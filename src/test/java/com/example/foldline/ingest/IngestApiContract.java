package com.example.foldline.ingest;

import static org.assertj.core.api.Assertions.assertThat;

import java.time.Clock;
import java.time.Duration;
import java.time.Instant;
import java.time.temporal.ChronoUnit;

import org.junit.jupiter.api.BeforeEach;
import org.junit.jupiter.api.Test;
import org.springframework.beans.factory.annotation.Autowired;
import org.springframework.http.HttpStatus;
import org.springframework.http.MediaType;
import org.springframework.jdbc.core.simple.JdbcClient;
import org.springframework.test.web.servlet.assertj.MockMvcTester;
import org.springframework.test.web.servlet.assertj.MvcTestResult;

import com.example.foldline.sites.Sites;
import com.example.foldline.support.TestData;
import com.example.foldline.support.TestData.SiteWithKey;

/**
 * The ingest API contract of issue #2, run against H2 and against PostgreSQL by the subclasses.
 */
abstract class IngestApiContract {

    static final MediaType NDJSON = MediaType.parseMediaType("application/x-ndjson");

    @Autowired
    MockMvcTester mvc;
    @Autowired
    Sites sites;
    @Autowired
    JdbcClient jdbc;
    @Autowired
    Clock clock;

    SiteWithKey site;
    Instant now;

    @BeforeEach
    void newSite() {
        site = TestData.site(sites, "Europe/Lisbon");
        now = clock.instant().truncatedTo(ChronoUnit.SECONDS);
    }

    MvcTestResult post(String body) {
        return mvc.post().uri("/api/v1/sites/{id}/events", site.site().id())
                .header("Authorization", "Bearer " + site.key()).contentType(NDJSON).content(body).exchange();
    }

    long count(String table) {
        return jdbc.sql("SELECT count(*) FROM " + table + " WHERE site_id = :site")
                .param("site", site.site().id()).query(Long.class).single();
    }

    String pv(String id) {
        return TestData.pageview(id, now.minusSeconds(60), "reader-1", "/a", 3);
    }

    @Test
    void storesValidEventsOfEveryType() {
        String body = String.join("\n",
                pv("p1"),
                "{\"type\":\"pageend\",\"pageview\":\"p1\",\"engagedMs\":4200,\"scrollPct\":80}",
                "{\"type\":\"impression\",\"id\":\"i1\",\"pageview\":\"p1\",\"slot\":\"top\",\"size\":\"300x250\","
                        + "\"viewable\":true,\"clicked\":false,\"revenueMicros\":1500}",
                "{\"type\":\"session\",\"id\":\"s1\",\"visitor\":\"old-reader\",\"start\":\"" + now.minusSeconds(7200)
                        + "\",\"end\":\"" + now.minusSeconds(7000) + "\",\"pageviews\":3,\"engagedMs\":90000,"
                        + "\"entryPath\":\"/b\",\"entryAds\":2,\"laterAds\":4.5,\"revenueMicros\":9000,"
                        + "\"impressions\":8,\"viewableImpressions\":5,\"clicks\":1,\"device\":\"desktop\"}");
        assertThat(post(body)).hasStatusOk().bodyJson()
                .hasPathSatisfying("$.accepted", v -> v.assertThat().isEqualTo(4))
                .hasPathSatisfying("$.duplicates", v -> v.assertThat().isEqualTo(0))
                .hasPathSatisfying("$.rejected", v -> v.assertThat().asList().isEmpty());
        assertThat(count("pageview")).isEqualTo(1);
        assertThat(count("page_end")).isEqualTo(1);
        assertThat(count("impression")).isEqualTo(1);
        assertThat(count("session_fact")).isEqualTo(1);
        // the visitor id is stored only as a keyed hash (docs/security.md)
        String stored = jdbc.sql("SELECT visitor FROM pageview WHERE site_id = :s").param("s", site.site().id())
                .query(String.class).single();
        assertThat(stored).hasSize(32).doesNotContain("reader");
    }

    @Test
    void sameBatchTwiceIsStoredOnceAndReportsDuplicates() {
        String body = pv("d1") + "\n" + pv("d2") + "\n"
                + "{\"type\":\"impression\",\"id\":\"di\",\"pageview\":\"d1\",\"revenueMicros\":10}";
        assertThat(post(body)).hasStatusOk().bodyJson().extractingPath("$.accepted").isEqualTo(3);
        assertThat(post(body)).hasStatusOk().bodyJson()
                .hasPathSatisfying("$.accepted", v -> v.assertThat().isEqualTo(0))
                .hasPathSatisfying("$.duplicates", v -> v.assertThat().isEqualTo(3));
        assertThat(count("pageview")).isEqualTo(2);
        assertThat(count("impression")).isEqualTo(1);
    }

    @Test
    void duplicateIdWithinOneBatchIsCountedOnce() {
        assertThat(post(pv("x1") + "\n" + pv("x1"))).hasStatusOk().bodyJson()
                .hasPathSatisfying("$.accepted", v -> v.assertThat().isEqualTo(1))
                .hasPathSatisfying("$.duplicates", v -> v.assertThat().isEqualTo(1));
    }

    @Test
    void mixedBatchStoresExactlyTheGoodLinesAndNamesEachBadOne() {
        String future = now.plus(Duration.ofMinutes(11)).toString();
        String tooOld = now.minus(Duration.ofDays(401)).toString();
        String body = String.join("\n",
                pv("ok1"),
                "{not json",
                TestData.pageview("neg", now, "v", "/x", -1),
                TestData.pageview("many", now, "v", "/x", 101),
                "{\"type\":\"impression\",\"id\":\"i9\",\"pageview\":\"ok1\",\"revenueMicros\":-5}",
                "{\"type\":\"impression\",\"id\":\"i10\",\"pageview\":\"ok1\",\"revenueMicros\":1.5}",
                TestData.pageview("fut", Instant.parse(future), "v", "/x", 1),
                TestData.pageview("old", Instant.parse(tooOld), "v", "/x", 1),
                pv("badcountry").replace("\"PT\"", "\"XX\""),
                "{\"type\":\"click\",\"id\":\"c\"}",
                "",
                pv("ok2"));
        assertThat(post(body)).hasStatusOk().bodyJson()
                .hasPathSatisfying("$.accepted", v -> v.assertThat().isEqualTo(2))
                .hasPathSatisfying("$.rejectedCount", v -> v.assertThat().isEqualTo(9))
                .hasPathSatisfying("$.rejected[0].line", v -> v.assertThat().isEqualTo(2))
                .hasPathSatisfying("$.rejected[1].field", v -> v.assertThat().isEqualTo("ads"))
                .hasPathSatisfying("$.rejected[1].line", v -> v.assertThat().isEqualTo(3))
                .hasPathSatisfying("$.rejected[2].field", v -> v.assertThat().isEqualTo("ads"))
                .hasPathSatisfying("$.rejected[3].field", v -> v.assertThat().isEqualTo("revenueMicros"))
                .hasPathSatisfying("$.rejected[3].message", v -> v.assertThat().asString().contains("negative"))
                .hasPathSatisfying("$.rejected[4].field", v -> v.assertThat().isEqualTo("revenueMicros"))
                .hasPathSatisfying("$.rejected[5].field", v -> v.assertThat().isEqualTo("ts"))
                .hasPathSatisfying("$.rejected[5].message", v -> v.assertThat().asString().contains("future"))
                .hasPathSatisfying("$.rejected[6].message", v -> v.assertThat().asString().contains("retention"))
                .hasPathSatisfying("$.rejected[7].field", v -> v.assertThat().isEqualTo("country"))
                .hasPathSatisfying("$.rejected[8].field", v -> v.assertThat().isEqualTo("type"))
                .hasPathSatisfying("$.rejected[8].line", v -> v.assertThat().isEqualTo(10));
        assertThat(count("pageview")).isEqualTo(2);
        assertThat(count("impression")).isEqualTo(0);
    }

    @Test
    void acceptsAJsonArrayAndEpochMilliseconds() {
        String body = "[" + pv("arr1") + ",{\"type\":\"pageview\",\"id\":\"arr2\",\"ts\":" + now.toEpochMilli()
                + ",\"visitor\":\"v\",\"path\":\"/p?utm_medium=email\",\"ads\":0,"
                + "\"userAgent\":\"Mozilla/5.0 (Linux) Mobile Safari\"}]";
        assertThat(mvc.post().uri("/api/v1/sites/{id}/events", site.site().id())
                .header("Authorization", "Bearer " + site.key()).contentType(MediaType.APPLICATION_JSON).content(body))
                .hasStatusOk().bodyJson().extractingPath("$.accepted").isEqualTo(2);
        var row = jdbc.sql("SELECT source, device FROM pageview WHERE site_id = :s AND id = 'arr2'")
                .param("s", site.site().id()).query().singleRow();
        assertThat(row).containsEntry("source", "email").containsEntry("device", "phone");
    }

    @Test
    void pageEndRaisesEngagedTimeAndAnEqualRepeatIsADuplicate() {
        String end = "{\"type\":\"pageend\",\"pageview\":\"late\",\"engagedMs\":%d}";
        // the page-end may arrive before its pageview
        assertThat(post(end.formatted(1000))).hasStatusOk().bodyJson().extractingPath("$.accepted").isEqualTo(1);
        assertThat(post(end.formatted(5000))).hasStatusOk().bodyJson().extractingPath("$.accepted").isEqualTo(1);
        assertThat(post(end.formatted(5000))).hasStatusOk().bodyJson().extractingPath("$.duplicates").isEqualTo(1);
        assertThat(post(end.formatted(3000))).hasStatusOk().bodyJson().extractingPath("$.duplicates").isEqualTo(1);
        long engaged = jdbc.sql("SELECT engaged_ms FROM page_end WHERE site_id = :s AND pageview_id = 'late'")
                .param("s", site.site().id()).query(Long.class).single();
        assertThat(engaged).isEqualTo(5000);
    }

    @Test
    void aRepeatedImpressionCanOnlyBeRaised() {
        String imp = "{\"type\":\"impression\",\"id\":\"r1\",\"pageview\":\"p\",\"viewable\":%s,\"clicked\":%s,"
                + "\"revenueMicros\":%d}";
        assertThat(post(imp.formatted(false, false, 100))).hasStatusOk().bodyJson().extractingPath("$.accepted").isEqualTo(1);
        // the slot became viewable after the page was first hidden: the tag sends it again
        assertThat(post(imp.formatted(true, false, 100))).hasStatusOk().bodyJson().extractingPath("$.accepted").isEqualTo(1);
        assertThat(post(imp.formatted(false, false, 50))).hasStatusOk().bodyJson().extractingPath("$.duplicates")
                .isEqualTo(1);
        var row = jdbc.sql("SELECT viewable, clicked, revenue_micros FROM impression WHERE site_id = :s AND id = 'r1'")
                .param("s", site.site().id()).query().singleRow();
        assertThat(row).containsEntry("viewable", true).containsEntry("clicked", false);
        assertThat(((Number) row.get("revenue_micros")).longValue()).isEqualTo(100);
    }

    @Test
    void missingWrongOrRevokedKeyOrUnknownSiteIs401WithoutSayingWhich() {
        String body = pv("k1");
        assertThat(mvc.post().uri("/api/v1/sites/{id}/events", site.site().id()).contentType(NDJSON).content(body))
                .hasStatus(HttpStatus.UNAUTHORIZED).bodyJson().extractingPath("$.detail")
                .isEqualTo("missing, wrong or revoked ingest key, or unknown site");
        assertThat(mvc.post().uri("/api/v1/sites/{id}/events", site.site().id())
                .header("Authorization", "Bearer flk_wrong").contentType(NDJSON).content(body))
                .hasStatus(HttpStatus.UNAUTHORIZED);
        assertThat(mvc.post().uri("/api/v1/sites/{id}/events", 987654321L)
                .header("Authorization", "Bearer " + site.key()).contentType(NDJSON).content(body))
                .hasStatus(HttpStatus.UNAUTHORIZED);
        // another site's valid key does not open this site
        SiteWithKey other = TestData.site(sites, "UTC");
        assertThat(mvc.post().uri("/api/v1/sites/{id}/events", site.site().id())
                .header("Authorization", "Bearer " + other.key()).contentType(NDJSON).content(body))
                .hasStatus(HttpStatus.UNAUTHORIZED);
        long keyId = sites.ingestKeys(site.site().id()).get(0).id();
        sites.revokeIngestKey(site.site().id(), keyId);
        assertThat(post(body)).hasStatus(HttpStatus.UNAUTHORIZED);
        assertThat(count("pageview")).isZero();
    }

    @Test
    void wrongContentTypeIs415() {
        assertThat(mvc.post().uri("/api/v1/sites/{id}/events", site.site().id())
                .header("Authorization", "Bearer " + site.key()).contentType(MediaType.APPLICATION_XML)
                .content("<pageview/>"))
                .hasStatus(HttpStatus.UNSUPPORTED_MEDIA_TYPE).bodyJson().extractingPath("$.detail").asString()
                .contains("Content-Type");
    }

    @Test
    void bodyOverTheMaximumIs413AndStoresNothing() {
        StringBuilder big = new StringBuilder();
        int i = 0;
        while (big.length() <= 70_000) {
            big.append(pv("big" + i++)).append('\n');
        }
        assertThat(post(big.toString())).hasStatus(HttpStatus.CONTENT_TOO_LARGE).bodyJson()
                .extractingPath("$.detail").asString().contains("maximum");
        assertThat(count("pageview")).isZero();
    }

    @Test
    void corsAllowsTheSitesOwnDomainOnly() {
        String own = "https://www." + site.site().domain();
        assertThat(mvc.options().uri("/api/v1/sites/{id}/events", site.site().id()).header("Origin", own)
                .header("Access-Control-Request-Method", "POST"))
                .hasStatus(HttpStatus.NO_CONTENT).headers().hasValue("Access-Control-Allow-Origin", own);
        assertThat(mvc.options().uri("/api/v1/sites/{id}/events", site.site().id())
                .header("Origin", "https://elsewhere.example").header("Access-Control-Request-Method", "POST"))
                .hasStatus(HttpStatus.FORBIDDEN).headers().doesNotContainHeader("Access-Control-Allow-Origin");
    }

    @Test
    void beaconStyleKeyInQueryWithTextPlainIsAccepted() {
        assertThat(mvc.post().uri("/api/v1/sites/{id}/events?key={key}", site.site().id(), site.key())
                .contentType(MediaType.TEXT_PLAIN).content(pv("beacon")))
                .hasStatusOk().bodyJson().extractingPath("$.accepted").isEqualTo(1);
    }
}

───

Filter the records above and return every line that holds the word "reader".

        return TestData.pageview(id, now.minusSeconds(60), "reader-1", "/a", 3);
                "{\"type\":\"session\",\"id\":\"s1\",\"visitor\":\"old-reader\",\"start\":\"" + now.minusSeconds(7200)
        assertThat(stored).hasSize(32).doesNotContain("reader");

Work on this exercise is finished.